[HOW TO COMPLETE THIS TASK]:
Starting at the line with "parent = lookup(children, PARENT, c.parents)" and going on through the line with "keys, e.g. the", reproduce each line in the records below exactly and nothing more.

[PROVIDED RECORDS]:
-----
def extend_ids(
    children: pd.DataFrame, history: pd.DataFrame, keys: Coded | None = None, leaf: np.ndarray | None = None
) -> tuple[np.ndarray, np.ndarray]:
    """(leaf_id, parent_id) of each row of `children` (leaf keys): the history's ids where its leaf or parent
    has history, else new ids after the history's, in key order (a new customer, a parent with no history).

    The share table carries them; the stages after it read its ids. keys: `coded(history)`, leaf: each child's
    row in `keys.leaves` (-1: none), when the caller has them.
    """
    c = keys if keys is not None else coded(history)
    leaf = lookup(children, LEAF, c.leaves) if leaf is None else np.array(leaf, dtype=np.int64)
    parent = lookup(children, PARENT, c.parents)
    for ids, cols, base in ((leaf, LEAF, len(c.leaves)), (parent, PARENT, len(c.parents))):
        new = np.flatnonzero(ids < 0)
        if len(new):
            code, keys = factorize(children.iloc[new], cols)
            order = keys.sort_values(cols, kind="stable").index.to_numpy()
            rank = np.empty(len(keys), dtype=np.int64)
            rank[order] = np.arange(len(keys))
            ids[new] = base + rank[code]
    return leaf.astype(ID_DTYPE), parent.astype(ID_DTYPE)


class Coded:
    """A frame's leaf and parent ids (from its `leaf_id` / `parent_id` columns, or coded from its text keys
    when it has none), and the text key of every id: the one place the stages go from ids to keys.

    `leaf_rows(table)` / `parent_rows(table)`: the position in `table` (a small frame of keys, e.g. the
    share table) of each row's leaf / parent, -1 where absent, found by looking up the distinct keys only.
    """

    def __init__(self, frame: pd.DataFrame):
        if len(ids_in(frame)) == 2:  # the ids as stored: widened to int64 only when `leaf` / `parent` is read
            self._leaf, self._parent = frame[LEAF_ID].to_numpy(), frame[PARENT_ID].to_numpy()
            if self._leaf.dtype.kind not in "iu":
                self._leaf = self._leaf.astype(np.int64)
        else:
            self._leaf, self._parent = row_ids(frame)
        self.leaves = _keys_of_ids(frame, self._leaf, LEAF)
        self.parents = _keys_of_ids(frame, self._parent, PARENT)

    @property
    def leaf(self) -> np.ndarray:
        """Each row's leaf id, int64 (as `row_ids` gives it)."""
        if self._leaf.dtype != np.int64:
            self._leaf = self._leaf.astype(np.int64)
        return self._leaf

    @property
    def leaf_ids(self) -> np.ndarray:
        """Each row's leaf id as the frame holds it (int32 from the lifecycle stage: no copy of every row)."""
        return self._leaf

    @property
    def parent(self) -> np.ndarray:
        """Each row's parent id, int64 (as `row_ids` gives it)."""
        if self._parent.dtype != np.int64:
            self._parent = self._parent.astype(np.int64)
        return self._parent

    def leaf_rows(self, table: pd.DataFrame) -> np.ndarray:
        return lookup(self.leaves, LEAF, table)[self._leaf] if len(self._leaf) else np.zeros(0, np.int64)

    def parent_rows(self, table: pd.DataFrame) -> np.ndarray:
        return lookup(self.parents, PARENT, table)[self.parent] if len(self.parent) else np.zeros(0, np.int64)


def coded(frame: pd.DataFrame) -> Coded:
    return Coded(frame)


def _keys_of_ids(frame: pd.DataFrame, ids: np.ndarray, cols: list[str]) -> pd.DataFrame:
    """The `cols` key of ids 0..max (rows of `frame`; an id no row holds gets the keys of none: empty text)."""
    n = int(ids.max()) + 1 if len(ids) else 0
    if len(ids) > 1 and bool(np.all(ids[1:] >= ids[:-1])):  # sorted by id: each id's first row, by bisection
        first = np.searchsorted(ids, np.arange(n, dtype=ids.dtype))  # in the ids' own type: no widened copy
        held = np.flatnonzero(ids[np.minimum(first, len(ids) - 1)] == np.arange(n))
        first = first[held]
    else:  # each id's first row starts a run of one id: only the runs' first rows are looked at (a forecast
        # table's ids come in runs of its horizon), in row order, so the same rows as over every row
        starts = np.flatnonzero(np.r_[True, ids[1:] != ids[:-1]]) if len(ids) else np.zeros(0, np.int64)
        unique = pd.Series(ids[starts]).drop_duplicates()
        first, held = starts[unique.index.to_numpy()], unique.to_numpy()
    out = {}
    for c in cols:  # column by column: `frame[cols]` would copy every row first
        values = np.full(n, "", dtype=object)
        values[held] = frame[c].to_numpy(object)[first]
        out[c] = values
    return pd.DataFrame(out)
-----
[TASK ANSWER]:
    parent = lookup(children, PARENT, c.parents)
    for ids, cols, base in ((leaf, LEAF, len(c.leaves)), (parent, PARENT, len(c.parents))):
        new = np.flatnonzero(ids < 0)
        if len(new):
            code, keys = factorize(children.iloc[new], cols)
            order = keys.sort_values(cols, kind="stable").index.to_numpy()
            rank = np.empty(len(keys), dtype=np.int64)
            rank[order] = np.arange(len(keys))
            ids[new] = base + rank[code]
    return leaf.astype(ID_DTYPE), parent.astype(ID_DTYPE)


class Coded:
    """A frame's leaf and parent ids (from its `leaf_id` / `parent_id` columns, or coded from its text keys
    when it has none), and the text key of every id: the one place the stages go from ids to keys.

    `leaf_rows(table)` / `parent_rows(table)`: the position in `table` (a small frame of keys, e.g. the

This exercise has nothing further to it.